| SOURCE MATERIAL |

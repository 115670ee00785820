//! The Flow curve view: the session's newest set, shear stress against shear rate on log
//! axes, the model shown with its constants ± 95 % interval, fit quality, why that model,
//! and the apparent viscosity at a shear rate the operator types.
//!
//! Everything comes from the live session state: the set and its curve (fitted once when
//! the set was applied), the model picked by hand and the shear rate chosen (both journalled
//! as `choice` records, so a replay shows the same). The view keeps only what it derives
//! for drawing (the chart's points and samples) and the rate being typed.

use super::curve_panel;
use super::{Draft, Effect, View, ViewId};
use crate::journal::Payload;
use crate::present::Style;
use crate::rheology::ModelKind;
use crate::session::state::{Entry, ViscometerSet};
use crate::session::trend::{LimitCheck, checks_at_reference, spec_rate};
use crate::session::{FlowCurve, ModelPick};
use crate::tui::ctx::Ctx;
use crate::tui::keymap::{Action, Binding, Key, Scope, b, h};
use crate::tui::strings::{caution, curve as s, keys, views as names};
use crate::tui::session_log::summarize;
use crate::tui::widgets::editing::{self, EditStep};
use crate::tui::widgets::field::{Field, FieldKind};
use crate::tui::widgets::log_axis::LogRange;
use crate::tui::widgets::log_chart::Mark;
use crate::units::Dimension;
use ratatui::Frame;
use ratatui::layout::Rect;

/// This view's id.
pub const ID: ViewId = ViewId("curve");

/// The Flow curve view's own keys.
const KEYS: &[Binding] = &[
    b(Scope::View, &[Key::Char('m')], Action::NextModel, keys::NEXT_MODEL),
    h(Scope::View, &[Key::Char('M')], Action::PrevModel, keys::PREV_MODEL),
    h(Scope::View, &[Key::Char('A')], Action::AutoModel, keys::AUTO_MODEL),
    b(Scope::View, &[Key::Char('r'), Key::Enter], Action::Activate, keys::SET_RATE),
    h(Scope::View, &[Key::Digit], Action::Type('0'), keys::TYPE_RATE),
    b(
        Scope::View,
        &[Key::Char('f')],
        Action::ToggleRelations,
        keys::FIELD_RELATIONS,
    ),
    h(
        Scope::View,
        &[Key::Char('i')],
        Action::TogglePegged,
        keys::PEGGED,
    ),
];

/// The model choices in the order `m` steps through them.
const PICKS: [ModelPick; 6] = [
    ModelPick::Auto,
    ModelPick::Fixed(ModelKind::Newtonian),
    ModelPick::Fixed(ModelKind::PowerLaw),
    ModelPick::Fixed(ModelKind::Bingham),
    ModelPick::Fixed(ModelKind::HerschelBulkley),
    ModelPick::Fixed(ModelKind::Casson),
];

/// Samples along the fitted curve: more than the widest chart has columns.
const CURVE_SAMPLES: usize = 240;
/// The shear rate the apparent viscosity is first shown at when the product has no limit at
/// a rate of its own, 1/s (a mid-range pipe rate; common practice, no source).
const DEFAULT_RATE: &str = "100";

/// The chart of one set's shown curve, worked out when the state changes.
pub struct Shown {
    /// The set's record number and the model pick this chart is of.
    pub seq: u64,
    pub pick: ModelPick,
    pub marks: Vec<Mark>,
    pub samples: Vec<(f64, f64)>,
    pub x: LogRange,
    pub y: LogRange,
    /// The stress axis's unit (the site's); marks and samples are in it.
    pub y_unit: String,
    /// The product's spec limits checked on the shown curve, as `report` checks them.
    pub limits: Option<Limits>,
}

/// A set's product limits checked, for the limits panel.
pub struct Limits {
    pub product: String,
    pub checks: Vec<LimitCheck>,
    /// The reference temperature the curve was shifted to, K; `None`: as measured.
    pub shifted_to_k: Option<f64>,
}

/// The set's product limits on its shown curve (`None` without a product in the config).
fn limits_of(set: &ViscometerSet, curve: &FlowCurve, ctx: &Ctx) -> Option<Limits> {
    let product = ctx.site.product(&set.product)?;
    let (checks, shifted_to_k) =
        checks_at_reference(product, &curve.fit.model, set.temperature_k);
    Some(Limits {
        product: product.name.clone(),
        checks,
        shifted_to_k,
    })
}

pub struct CurveView {
    chart: Option<Shown>,
    rate: Field,
    editing: bool,
    /// The model panel shows the API RP 13D field relations instead of the model.
    relations: bool,
}

impl CurveView {
    pub fn new(_ctx: &Ctx) -> CurveView {
        CurveView {
            chart: None,
            rate: Field::with_text(FieldKind::Positive(Dimension::ShearRate), DEFAULT_RATE),
            editing: false,
            relations: false,
        }
    }

    /// The chart drawn, for tests.
    pub fn chart(&self) -> Option<&Shown> {
        self.chart.as_ref()
    }

    /// The shear rate the apparent viscosity is read at: the one being typed, else the one
    /// chosen for the set, else the field's text.
    fn rate_now(&self, set: &ViscometerSet) -> Option<f64> {
        if self.editing {
            return self.rate.value();
        }
        set.shear_rate_per_s.or(self.rate.value())
    }

    fn handle_editing(&mut self, action: Action, ctx: &Ctx) -> Vec<Effect> {
        match editing::apply(&mut self.rate, action) {
            EditStep::Typing => Vec::new(),
            EditStep::Cancelled => {
                self.editing = false;
                Vec::new()
            }
            EditStep::Accepted(_) => {
                self.editing = false;
                let Some(entry) = ctx.session.latest_set() else {
                    return Vec::new();
                };
                match self.rate.value() {
                    Some(rate) => vec![choice(entry, entry.item.pick, Some(rate))],
                    None => Vec::new(),
                }
            }
        }
    }

    fn step_model(&self, ctx: &Ctx, step: isize) -> Vec<Effect> {
        let Some(entry) = ctx.session.latest_set() else {
            return Vec::new();
        };
        let at = PICKS
            .iter()
            .position(|p| *p == entry.item.pick)
            .unwrap_or(0) as isize;
        let next = PICKS[(at + step).rem_euclid(PICKS.len() as isize) as usize];
        vec![choice(entry, next, self.rate_now(&entry.item))]
    }
}

impl CurveView {
    /// Keep pegged readings in the fit, or leave them out again: a journalled choice, so the
    /// report and a resume show the same curve.
    fn toggle_pegged(&self, ctx: &Ctx) -> Vec<Effect> {
        let Some(entry) = ctx.session.latest_set() else {
            return Vec::new();
        };
        let pegged = entry
            .item
            .curve
            .as_ref()
            .map_or(0, |c| c.left_out.len());
        if pegged == 0 && !entry.item.include_off_scale {
            return vec![Effect::Status(s::NO_PEGGED.to_string())];
        }
        let include = !entry.item.include_off_scale;
        let rate = self.rate_now(&entry.item);
        let status = if include { s::PEGGED_KEPT } else { s::PEGGED_LEFT_OUT };
        vec![
            choice_with(entry, entry.item.pick, rate, include),
            Effect::Status(status.to_string()),
        ]
    }

    fn toggle_relations(&mut self, ctx: &Ctx) -> Vec<Effect> {
        let has = ctx
            .session
            .latest_set()
            .and_then(|e| e.item.shown().as_ref().ok())
            .is_some_and(|c| c.api_rp13d.is_some());
        if !has {
            self.relations = false;
            return vec![Effect::Status(s::NO_RELATIONS.to_string())];
        }
        self.relations = !self.relations;
        Vec::new()
    }
}

/// A `choice` record: what is to be shown for the set (pegged readings as they are).
fn choice(entry: &Entry<ViscometerSet>, pick: ModelPick, rate: Option<f64>) -> Effect {
    choice_with(entry, pick, rate, entry.item.include_off_scale)
}

fn choice_with(
    entry: &Entry<ViscometerSet>,
    pick: ModelPick,
    rate: Option<f64>,
    include_off_scale: bool,
) -> Effect {
    let payload = Payload::Choice {
        set: entry.seq,
        model: pick.name().to_string(),
        shear_rate_per_s: rate,
        include_off_scale,
    };
    Effect::Journal(Draft {
        summary: summarize(&payload, entry.equipment.as_deref()),
        equipment: entry.equipment.clone(),
        payload,
    })
}

/// The shear rate of the product's apparent-viscosity limit, when it has one.
fn limit_rate(product: &crate::site::Product) -> Option<f64> {
    product.limits.iter().find_map(|l| match l.property {
        crate::site::LimitProperty::ApparentViscosity { .. } => Some(spec_rate(product)),
        _ => None,
    })
}

/// Lay out a curve's chart data, stresses in the site's stress unit.
fn chart_of(seq: u64, pick: ModelPick, curve: &FlowCurve, style: Style) -> Shown {
    let y_unit = crate::units::display_unit(Dimension::Stress, style.system);
    let to_unit = |pa: f64| crate::units::from_si(pa, y_unit, Dimension::Stress).unwrap_or(pa);
    let marks: Vec<Mark> = curve
        .points
        .iter()
        .map(|p| Mark {
            x: p.shear_rate_per_s,
            y: to_unit(p.shear_stress_pa),
            flagged: !p.flags.is_empty(),
        })
        .collect();
    let fallback = LogRange { lo: 0.0, hi: 1.0 };
    let x = LogRange::covering(marks.iter().map(|m| m.x)).unwrap_or(fallback);
    let y = LogRange::covering(marks.iter().map(|m| m.y)).unwrap_or(fallback);
    let samples = sample_curve(curve, x)
        .into_iter()
        .map(|(rate, pa)| (rate, to_unit(pa)))
        .collect();
    Shown {
        seq,
        pick,
        marks,
        samples,
        x,
        y,
        y_unit: style.text(y_unit),
        limits: None,
    }
}

/// The model's stress at rates spread evenly in log space across the x axis.
fn sample_curve(curve: &FlowCurve, x: LogRange) -> Vec<(f64, f64)> {
    let span = x.hi - x.lo;
    (0..CURVE_SAMPLES)
        .map(|i| {
            let exp = x.lo + span * i as f64 / (CURVE_SAMPLES - 1) as f64;
            let rate = 10f64.powf(exp);
            (rate, curve.fit.model.stress(rate))
        })
        .filter(|(_, stress)| stress.is_finite() && *stress > 0.0)
        .collect()
}

impl View for CurveView {
    view_identity!(ID, names::CURVE, caution::CURVE, KEYS);


    fn handle(&mut self, action: Action, ctx: &Ctx) -> Vec<Effect> {
        if self.editing {
            return self.handle_editing(action, ctx);
        }
        match action {
            Action::NextModel | Action::Right => self.step_model(ctx, 1),
            Action::PrevModel | Action::Left => self.step_model(ctx, -1),
            Action::TogglePegged => self.toggle_pegged(ctx),
            Action::AutoModel => match ctx.session.latest_set() {
                Some(e) => vec![choice(e, ModelPick::Auto, self.rate_now(&e.item))],
                None => Vec::new(),
            },
            Action::ToggleRelations => self.toggle_relations(ctx),
            // A new rate is typed from scratch (Esc brings the old one back).
            Action::Activate => {
                self.rate.begin_edit();
                self.rate.clear();
                self.editing = true;
                Vec::new()
            }
            Action::Type(c) => {
                editing::start_with(&mut self.rate, c);
                self.editing = true;
                Vec::new()
            }
            _ => Vec::new(),
        }
    }

    fn refresh(&mut self, ctx: &Ctx) {
        let Some(entry) = ctx.session.latest_set() else {
            self.chart = None;
            return;
        };
        let pick = entry.item.pick;
        if self
            .chart
            .as_ref()
            .is_some_and(|c| c.seq == entry.seq && c.pick == pick)
        {
            return;
        }
        let new_set = self.chart.as_ref().is_none_or(|c| c.seq != entry.seq);
        self.chart = entry.item.shown().as_ref().ok().map(|curve| Shown {
            limits: limits_of(&entry.item, curve, ctx),
            ..chart_of(entry.seq, pick, curve, ctx.style())
        });
        // The rate chosen for the set; for a new set without one, the rate of the product's
        // apparent-viscosity limit (as `report` and `trend` use), else what the field held.
        let spec = ctx.site.product(&entry.item.product).and_then(limit_rate);
        let rate = entry
            .item
            .shear_rate_per_s
            .or(spec.filter(|_| new_set));
        if let Some(rate) = rate {
            self.rate = Field::with_text(
                FieldKind::Positive(Dimension::ShearRate),
                &crate::units::significant(rate),
            );
        }
    }

    fn render(&self, frame: &mut Frame, area: Rect, ctx: &Ctx) {
        let entry = ctx.session.latest_set();
        let view = curve_panel::CurveScreen {
            entry,
            chart: self.chart.as_ref(),
            rate: &self.rate,
            apparent_at: entry.and_then(|e| self.rate_now(&e.item)),
            editing: self.editing,
            relations: self.relations,
        };
        view.draw(frame, area, ctx);
    }

    fn editing(&self) -> bool {
        self.editing
    }
}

| YOUR GOAL |
From the entries above, copy every line containing the word "value".

| TASK OUTPUT |
            return self.rate.value();
        set.shear_rate_per_s.or(self.rate.value())
                match self.rate.value() {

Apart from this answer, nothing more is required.